## INSTRUCTIONS TO FOLLOW
Lines holding the string "channels" in the listing below are to be copied.

## DATA TO USE
• • • •
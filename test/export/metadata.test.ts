// Issue 16, item 4: an exported table says which calibration profile was
// applied and exactly what its numbers are — in the file name, in a comment
// header the common CSV readers skip, in the JSON meta and the C comment.
import Papa from "papaparse";
import { describe, expect, it } from "vitest";
import { angleTable, EXPORTER_VERSION, TABLE_FORMAT, tableFileName, type CalibrationProfile } from "~/export/index";
import { CSV_COMMENT_PREFIX } from "~/export/csv";
import { demoGait, metaFor, readCsv, readJsonTable } from "./helpers";

const gait = demoGait("pier-crawler", { template: "tripod", cycleMs: 1200, fps: 50, strideMm: 60, name: "Tripod walk" });
const profile: CalibrationProfile = { name: "SN-0042 (revision 3)", joints: { LF: { coxa: { trimDeg: 2.5 } } } };

const csvOf = (extra: { calibration?: CalibrationProfile; units?: "deg" | "rad" | "us"; gaitName?: string } = {}) =>
  angleTable(gait.robot, gait.solved, {
    format: "csv",
    units: extra.units ?? "deg",
    meta: metaFor(gait, extra.gaitName ? { gaitName: extra.gaitName } : {}),
    calibration: extra.calibration,
  });

/** The comment lines at the top of a CSV table, without their "# ". */
const commentOf = (csv: string) =>
  csv
    .split("\r\n")
    .filter((line) => line.startsWith("#"))
    .map((line) => line.slice(CSV_COMMENT_PREFIX.length));

describe("exporter version and format (issue 16: the bytes changed once)", () => {
  it("EXPORTER_VERSION is 2.0.0 and the JSON layout gaitloom.table/2", () => {
    expect(EXPORTER_VERSION).toBe("2.0.0");
    expect(TABLE_FORMAT).toBe("gaitloom.table/2");
  });
});

describe("the calibration profile in the file name", () => {
  it("names the profile when one is applied and says so when none is: the two files never share a name", () => {
    const plain = readJsonTable(angleTable(gait.robot, gait.solved, { format: "json", units: "deg", meta: metaFor(gait) })).meta;
    const calibrated = readJsonTable(angleTable(gait.robot, gait.solved, { format: "json", units: "deg", meta: metaFor(gait), calibration: profile })).meta;
    expect(tableFileName(plain, "csv")).toBe("tripod_walk_v2_deg10_50hz_no-profile.csv");
    expect(tableFileName(calibrated, "csv")).toBe("tripod_walk_v2_deg10_50hz_profile-sn_0042_revision_3.csv");
    expect(tableFileName(calibrated, "c")).toBe("tripod_walk_v2_deg10_50hz_profile-sn_0042_revision_3.h");
  });
});

describe("the CSV's comment header: # lines before the header record", () => {
  it("names robot, revision, gait version, content hash, profile, units, rate, flags, exporter and the safety cautions", () => {
    const comment = commentOf(csvOf({ calibration: profile }));
    expect(comment[0]).toMatch(/^Gaitloom angle table \(gaitloom\.table\/2\)/);
    expect(comment).toContain(`Robot: ${gait.robot.name}, revision 3`);
    expect(comment).toContain("Gait: Tripod walk, version 2");
    expect(comment).toContain("Content hash: sha256:5d41402abc4b2a76b9719d911017c592");
    expect(comment).toContain("Calibration profile: SN-0042 (revision 3)");
    expect(comment.find((line) => line.startsWith("Units:"))).toBe(
      "Units: deg. Each joint column is the servo angle in degrees, in the joint's own sign, rounded to 0.1 degree; the numbers are degrees themselves, not scaled. time_ms is milliseconds from the first frame.",
    );
    expect(comment).toContain("Rate: 50 Hz, 60 frames, frame period 20 ms");
    expect(comment).toContain("Flags: 0 errors, 0 warnings; clamped pulses: none");
    expect(comment).toContain(`Exporter: ${EXPORTER_VERSION}`);
    expect(comment).toContain("SAFETY: This table drives real motors.");
    expect(commentOf(csvOf())).toContain("Calibration profile: none (the robot's own servo settings)");
  });

  it("radians and pulse widths say what the numbers are too, never a scale", () => {
    expect(commentOf(csvOf({ units: "rad" })).find((line) => line.startsWith("Units:"))).toContain(
      "the servo angle in radians, in the joint's own sign, rounded to 0.0001 rad; the numbers are radians themselves, not scaled",
    );
    expect(commentOf(csvOf({ units: "us" })).find((line) => line.startsWith("Units:"))).toContain("the servo pulse width in whole microseconds");
    for (const units of ["deg", "rad", "us"] as const) expect(commentOf(csvOf({ units })).join("\n")).not.toMatch(/scale[: =]+\d/i);
  });

  it("papaparse with comments: '#' (reference parser) reads the very records the CSV had before the comment header", () => {
    const csv = csvOf({ calibration: profile });
    const parsed = Papa.parse<string[]>(csv, { comments: "#", skipEmptyLines: true });
    expect(parsed.errors).toEqual([]);
    const withoutComments = csv
      .split("\r\n")
      .filter((line) => !line.startsWith("#"))
      .join("\r\n");
    expect(parsed.data).toEqual(readCsv(withoutComments));
    expect(parsed.data[0].slice(0, 3)).toEqual(["frame", "time_ms", "LF.coxa"]);
    expect(parsed.data.length).toBe(gait.solved.frames.length + 1);
  });

  it("every comment line starts with '#' and holds no line break, whatever the names hold", () => {
    const csv = csvOf({ gaitName: "Walk\r\nframe,time_ms\u2028# not a comment\nx", calibration: { ...profile, name: "SN\n1,2\r\n3" } });
    const lines = csv.split("\r\n");
    const header = lines.findIndex((line) => line.startsWith("frame,"));
    expect(
      lines.slice(0, header).every((line) => line.startsWith("# ")),
      "the lines before the header record",
    ).toBe(true);
    for (const line of lines.slice(0, header)) expect(line, "a comment line").not.toMatch(/[\n\r\u2028\u2029]/u);
    expect(commentOf(csv)).toContain("Calibration profile: SN 1,2 3");
  });
});

describe("the JSON meta says what the numbers are", () => {
  it("meta.values: the unit, its meaning and the rounding step; no scale beside plain radians", () => {
    const json = readJsonTable(angleTable(gait.robot, gait.solved, { format: "json", units: "rad", meta: metaFor(gait), calibration: profile }));
    expect(json.meta.values).toEqual({
      unit: "rad",
      description:
        "Each value is the servo angle in radians, in the joint's own sign, rounded to 0.0001 rad; the numbers are radians themselves, not scaled. Calibration profile SN-0042 (revision 3) applied.",
      step: 0.0001,
      decimals: 4,
    });
    expect(json.meta).not.toHaveProperty("scale");
    expect(json.meta).not.toHaveProperty("unitLabel");
    expect(json.meta.calibrationProfile).toBe("SN-0042 (revision 3)");
  });
});

describe("the C header's comment says what a cell is", () => {
  it("cells are fixed-point integers and the comment gives the division back to the unit", () => {
    const c = angleTable(gait.robot, gait.solved, { format: "c", units: "rad", meta: metaFor(gait), calibration: profile });
    const comment = c.slice(0, c.indexOf("*/"));
    expect(comment).toContain(" * Cells:        int32_t ten-thousandths of a radian: radians = cell / 10000 (GAITLOOM_TRIPOD_WALK_RAD10000_SCALE)");
    expect(comment).toContain(" * Calibration:  SN-0042 (revision 3)");
    const deg = angleTable(gait.robot, gait.solved, { format: "c", units: "deg", meta: metaFor(gait) });
    expect(deg).toContain(" * Cells:        int16_t tenths of a degree: degrees = cell / 10 (GAITLOOM_TRIPOD_WALK_DEG10_SCALE)");
    expect(deg).toContain(" * Calibration:  none (the robot's own servo settings)");
  });
});
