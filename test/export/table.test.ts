import { describe, expect, it } from "vitest";
import { angleTable, sweepTable, TABLE_MEDIA_TYPES, tableFileName } from "~/export/index";
import type { TableMetadata } from "~/export/table";
import type { SolvedSequence } from "~/gait/index";
import { JOINT_NAMES } from "~/kinematics/index";
import { loadDemoRobot } from "../support/robots";
import { OVERRIDE, codeOf, demoGait, metaFor, modifiedRobot, readCsv, readJsonTable } from "./helpers";

describe("table layout (DESIGN.md: one row per frame, one column per joint in servo-channel order)", () => {
  it("columns follow the servo channels, not the robot's leg order, and are named leg.joint", () => {
    const gait = demoGait("pier-crawler", { template: "tripod", cycleMs: 1200, fps: 50, strideMm: 60, name: "Tripod walk" });
    // Put the right legs on the low channels: RF, RM, RR get 0..8, the left legs 9..17.
    const robot = modifiedRobot(gait.robot, (json) => {
      json.legs.forEach((leg, index) => {
        const slot = leg.id.startsWith("R") ? index - 3 : index + 3;
        JOINT_NAMES.forEach((name, j) => (leg.joints[name].servo.channel = slot * 3 + j));
      });
    });
    const json = readJsonTable(angleTable(robot, gait.solved, { format: "json", units: "deg", meta: metaFor(gait) }));
    expect(json.channels.map((channel) => channel.channel)).toEqual([...Array(18).keys()]);
    expect(json.channels.slice(0, 4).map((channel) => channel.name)).toEqual(["RF.coxa", "RF.femur", "RF.tibia", "RM.coxa"]);
    const header = readCsv(angleTable(robot, gait.solved, { format: "csv", units: "deg", meta: metaFor(gait) }))[0];
    expect(header.slice(0, 5)).toEqual(["frame", "time_ms", "RF.coxa", "RF.femur", "RF.tibia"]);
    json.frames.forEach((frame, row) => {
      expect(frame.index).toBe(row);
      expect(frame.timeMs).toBe(row * 20);
      expect(frame.values[0], `frame ${row} RF.coxa`).toBe(Math.round(gait.solved.frames[row].legs.RF.angles.coxa * 10) / 10);
    });
  });

  it("unreachable frames hold the last reachable angles of the solve (DESIGN.md), never NaN", () => {
    const gait = demoGait("pier-crawler", { template: "wave", cycleMs: 1200, fps: 50, strideMm: 200, stepHeightMm: 60, name: "Long wave" });
    const unreachable = gait.solved.flags.filter((flag) => flag.kind === "unreachable");
    expect(unreachable.length, "unreachable flags in the long wave").toBeGreaterThan(0);
    const json = readJsonTable(angleTable(gait.robot, gait.solved, { format: "json", units: "deg", meta: metaFor(gait), overrideReason: OVERRIDE }));
    for (const flag of unreachable) {
      const frame = json.frames[flag.frame];
      const before = json.frames[(flag.frame - 1 + json.frames.length) % json.frames.length];
      json.channels.forEach((channel, c) => {
        if (channel.leg !== flag.leg) return;
        expect(frame.values[c], `frame ${flag.frame} ${channel.name}: expected the frame before's ${before.values[c]}°`).toBe(before.values[c]);
      });
    }
    for (const frame of json.frames) expect(frame.values.every(Number.isFinite), `frame ${frame.index} finite`).toBe(true);
  });

  it("refuses a solved result that does not fit the robot, and a value the C type cannot hold", () => {
    const gait = demoGait("pier-crawler", { template: "tripod", cycleMs: 1200, fps: 50, strideMm: 60, name: "Tripod walk" });
    const quay = loadDemoRobot("quay-walker");
    expect(codeOf(() => angleTable(quay, gait.solved, { format: "csv", units: "deg", meta: metaFor(gait) }))).toBe("solved-mismatch");
    const empty: SolvedSequence = { ...gait.solved, frames: [] };
    expect(codeOf(() => angleTable(gait.robot, empty, { format: "csv", units: "deg", meta: metaFor(gait) }))).toBe("solved-mismatch");
    const broken: SolvedSequence = structuredClone(gait.solved);
    broken.frames[3].legs.LM.angles.tibia = Number.NaN;
    expect(codeOf(() => angleTable(gait.robot, broken, { format: "json", units: "deg", meta: metaFor(gait) }))).toBe("solved-mismatch");
    const huge: SolvedSequence = structuredClone(gait.solved);
    huge.frames[0].legs.LF.angles.coxa = 4000; // 40000 tenths: beyond int16_t
    const options = { units: "deg" as const, meta: metaFor(gait), overrideReason: OVERRIDE };
    expect(codeOf(() => angleTable(gait.robot, huge, { ...options, format: "c" }))).toBe("value-out-of-range");
    expect(readJsonTable(angleTable(gait.robot, huge, { ...options, format: "json" })).frames[0].values[0]).toBe(4000);
  });

  it("download names and media types: text/csv with header=present (RFC 4180 §3), application/json, a .h for C", () => {
    const gait = demoGait("pier-crawler", { template: "tripod", cycleMs: 1200, fps: 50, strideMm: 60, name: "Tripod walk" });
    const meta = readJsonTable(angleTable(gait.robot, gait.solved, { format: "json", units: "deg", meta: metaFor(gait) })).meta as TableMetadata;
    expect(tableFileName(meta, "c")).toBe("tripod_walk_v2_deg10_50hz_no-profile.h");
    expect(tableFileName({ ...meta, units: "us", rateHz: 12.5 }, "csv")).toBe("tripod_walk_v2_us_12_5hz_no-profile.csv");
    expect(TABLE_MEDIA_TYPES.csv).toBe("text/csv; charset=utf-8; header=present");
    expect(TABLE_MEDIA_TYPES.json).toBe("application/json; charset=utf-8");
  });

  it("a sweep can hold the other joints at 0° instead of the neutral stance", () => {
    const robot = loadDemoRobot("quay-walker");
    const sweep = sweepTable(robot, { legId: "LF", joint: "tibia", hold: "centre" });
    for (const frame of sweep.frames) {
      for (const leg of robot.legs) {
        for (const name of JOINT_NAMES) if (!(leg.id === "LF" && name === "tibia")) expect(frame.legs[leg.id].angles[name]).toBe(0);
      }
    }
  });
});
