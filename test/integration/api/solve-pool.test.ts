// Heavy work off the request thread: a large solve runs on the worker pool
// while the app keeps answering, a solve that would wait longer than the queue
// budget is refused with 503 and Retry-After, and solves larger than the limits
// are refused with 422 before any work is done. The route calls share this
// process's event loop, so "the small request finished first" shows the large
// solve was not on it.
import { setTimeout as delay } from "node:timers/promises";
import { afterEach, beforeAll, describe, expect, test } from "vitest";
import { seedDemo } from "../../../db/seed";
import { act, demoIds, requestsAs, responseOf, type ApiRefusal, type DemoIds } from "../../support/routes";
import { demoRobotJson, loadDemoRobot, type DemoRobotFile } from "../../support/robots";
import { database } from "~/platform/db.server";
import { corePoolStats } from "~/platform/worker-pool.server";
import { generateGait, type TemplateName } from "~/gait";
import * as healthz from "~/routes/healthz";
import * as solve from "~/routes/api.v1/solver/solve";

let ids: DemoIds;
beforeAll(async () => {
  await seedDemo(database());
  ids = await demoIds(database());
});

afterEach(() => {
  delete process.env.GAITLOOM_SOLVE_QUEUE_BUDGET_MS;
});

/** A solve request body: `frames` frames of a looped gait (at 1000 frames per second) for a demo robot, in a layout. */
function solveBody(file: DemoRobotFile, template: TemplateName, frames: number, layout: "frames" | "columns" | "checks") {
  const sequence = generateGait(loadDemoRobot(file), { template, cycleMs: frames, fps: 1000, strideMm: 40 });
  return { robot: demoRobotJson(file), sequence, options: { layout } };
}

/** The largest solve the API takes: 100 000 frames of the demo hexapod (600 000 leg-frames), flags and summary only. */
const largest = () => solveBody("pier-crawler", "tripod", 100_000, "checks");
const small = () => solveBody("pier-crawler", "tripod", 60, "frames");

async function post<Answer = unknown>(body: object, headers: Record<string, string> = {}) {
  const make = await requestsAs("animator", ids);
  const request = await make("POST", "/api/v1/solve", { json: body });
  for (const [name, value] of Object.entries(headers)) request.headers.set(name, value);
  return responseOf<Answer>(() => act(solve, request));
}

const fresh = { "Cache-Control": "no-cache" };

/** Until the large solve has reached the pool (checked every 10 ms, on this thread's timers: they fire only while it is free). */
async function untilInFlight() {
  for (let waited = 0; corePoolStats().inFlight === 0; waited += 10) {
    if (waited > 10_000) throw new Error("the large solve did not reach the pool within 10 s");
    await delay(10);
  }
}

describe("POST /api/v1/solve on the worker pool", () => {
  test("the largest allowed solve in flight holds up neither GET /healthz nor an answer from the cache", async () => {
    const cachedBody = small();
    expect((await post(cachedBody)).status).toBe(200);
    const finished: string[] = [];
    const large = post(largest(), fresh).then((answer) => {
      finished.push("large solve");
      return answer;
    });
    await untilInFlight();
    const health = healthz.loader().then((answer) => {
      finished.push("healthz");
      return answer;
    });
    const cached = post(cachedBody).then((answer) => {
      finished.push("cached solve");
      return answer;
    });
    const [largeAnswer, healthAnswer, cachedAnswer] = await Promise.all([large, health, cached]);
    expect(finished).toEqual(["healthz", "cached solve", "large solve"]);
    expect(largeAnswer.status).toBe(200);
    expect(healthAnswer.status).toBe(200);
    expect(cachedAnswer.headers.get("X-Solve-Cache")).toBe("hit");
  });

  test("a solve that would wait longer than the queue budget: 503 with Retry-After, and the solve in flight still answers", async () => {
    process.env.GAITLOOM_SOLVE_QUEUE_BUDGET_MS = "1";
    // A solve of some milliseconds first, so the pool knows how long its tasks take.
    expect((await post(solveBody("pier-crawler", "tripod", 5000, "checks"), fresh)).status).toBe(200);
    const large = post(largest(), fresh);
    await untilInFlight();
    const refused = await post<ApiRefusal>(small(), fresh);
    expect(refused.status).toBe(503);
    expect(Number(refused.headers.get("Retry-After"))).toBeGreaterThanOrEqual(1);
    expect(refused.body.error.code).toBe("unavailable");
    expect(refused.body.error.message).toMatch(/busy/);
    expect((await large).status).toBe(200);
  });

  test("frames × legs over the solve limit: 422 naming the limit, before any solving", async () => {
    // The demo octopod at 100 000 frames: 800 000 leg-frames.
    const response = await post<ApiRefusal>(solveBody("hull-climber", "wave", 100_000, "checks"), fresh);
    expect(response.status).toBe(422);
    expect(response.body.error.message).toMatch(/800000 leg-frames/);
    expect(response.body.error.message).toMatch(/600000/);
    expect(response.body.error.details).toMatchObject({ reason: "too-many-frames", limit: 600_000, legFrames: 800_000 });
  });

  test("an answer in the frames layout larger than its limit: 422 naming the limit and the compact layouts", async () => {
    // 20 000 frames of the hexapod are 120 000 leg-frames: about 40 MB as frame objects.
    const response = await post<ApiRefusal>(solveBody("pier-crawler", "tripod", 20_000, "frames"), fresh);
    expect(response.status).toBe(422);
    expect(response.body.error.message).toMatch(/60000/);
    expect(response.body.error.message).toMatch(/columns/);
    expect(response.body.error.details).toMatchObject({ reason: "too-many-frames", limit: 60_000, legFrames: 120_000 });
    // The same solve in the column layout is within its limit.
    const columns = await post(solveBody("pier-crawler", "tripod", 20_000, "columns"), fresh);
    expect(columns.status).toBe(200);
  });
});
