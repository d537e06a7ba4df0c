// The job runner: pg-boss on its own connection pool, the schema left to our
// migrations (`migrate: false`; it refuses a schema of another version), each
// queue of app/jobs/index.server.ts created or updated with its settings and
// worked, and each queue's sweep run at start and then every few seconds.
// Any number of runners may share one database: pg-boss hands each job to one.
import PgBoss from "pg-boss";
import { databaseUrl } from "../../db/client";
import { JOB_QUEUE_SCHEMA } from "../../db/job-queue-schema";
import { config } from "../platform/config.server";
import { closeDatabase } from "../platform/db.server";
import type { JobDefinition, QueueSettings } from "../platform/jobs.server";
import { closeMailTransport } from "../platform/mail.server";
import { JOBS } from "./index.server";

export type JobRunner = { queues: string[]; stop: () => Promise<void> };

const queueOptions = (name: string, settings: QueueSettings): PgBoss.Queue => ({
  name,
  retryLimit: settings.retryLimit,
  retryDelay: settings.retryDelaySeconds,
  retryBackoff: settings.retryBackoff,
  expireInSeconds: settings.expireInSeconds,
});

// eslint-disable-next-line @typescript-eslint/no-explicit-any -- definitions of different job data
export async function startJobRunner(definitions: readonly JobDefinition<any>[] = JOBS): Promise<JobRunner> {
  const settings = config().jobs;
  const boss = new PgBoss({
    connectionString: databaseUrl(),
    schema: JOB_QUEUE_SCHEMA,
    migrate: false,
    // No cron jobs yet; pg-boss's own maintenance (expiring, archiving) stays on.
    schedule: false,
    max: 4,
    application_name: "gaitloom-jobs",
  });
  boss.on("error", (error) => console.error("[jobs] pg-boss:", error));
  await boss.start();

  for (const definition of definitions) {
    const options = queueOptions(definition.queue, definition.settings());
    // createQueue leaves an existing queue as it is; the update brings its settings up to date.
    await boss.createQueue(definition.queue, options);
    await boss.updateQueue(definition.queue, options);
    for (let worker = 0; worker < (definition.workers ?? 1); worker++) {
      await boss.work<object>(definition.queue, { includeMetadata: true, pollingIntervalSeconds: settings.pollSeconds }, async (jobs) => {
        for (const job of jobs) {
          await definition.work({ id: job.id, data: job.data, retryCount: job.retryCount, retryLimit: job.retryLimit });
        }
      });
    }
  }

  const sweeping = new Set<Promise<void>>();
  const sweepAll = () => {
    for (const definition of definitions) {
      if (!definition.sweep) continue;
      const run = definition
        .sweep()
        .then(async (jobs) => {
          for (const job of jobs) await boss.send(definition.queue, job.data, { id: job.id });
        })
        .catch((error) => console.error(`[jobs] sweeping ${definition.queue} failed:`, error))
        .finally(() => sweeping.delete(run));
      sweeping.add(run);
    }
  };
  sweepAll();
  const timer = setInterval(sweepAll, settings.sweepSeconds * 1000);

  return {
    queues: definitions.map((definition) => definition.queue),
    async stop() {
      clearInterval(timer);
      await Promise.all(sweeping);
      // Waits for the jobs in hand; one still running at the timeout is failed back to its queue and retried.
      await boss.stop({ graceful: true, timeout: settings.stopTimeoutMs, wait: true });
      closeMailTransport();
      await closeDatabase();
    },
  };
}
• • • •
## OUTPUT BELOW
  it("columns follow the servo channels, not the robot's leg order, and are named leg.joint", () => {
    // Put the right legs on the low channels: RF, RM, RR get 0..8, the left legs 9..17.
    expect(json.channels.map((channel) => channel.channel)).toEqual([...Array(18).keys()]);
    expect(json.channels.slice(0, 4).map((channel) => channel.name)).toEqual(["RF.coxa", "RF.femur", "RF.tibia", "RM.coxa"]);
      json.channels.forEach((channel, c) => {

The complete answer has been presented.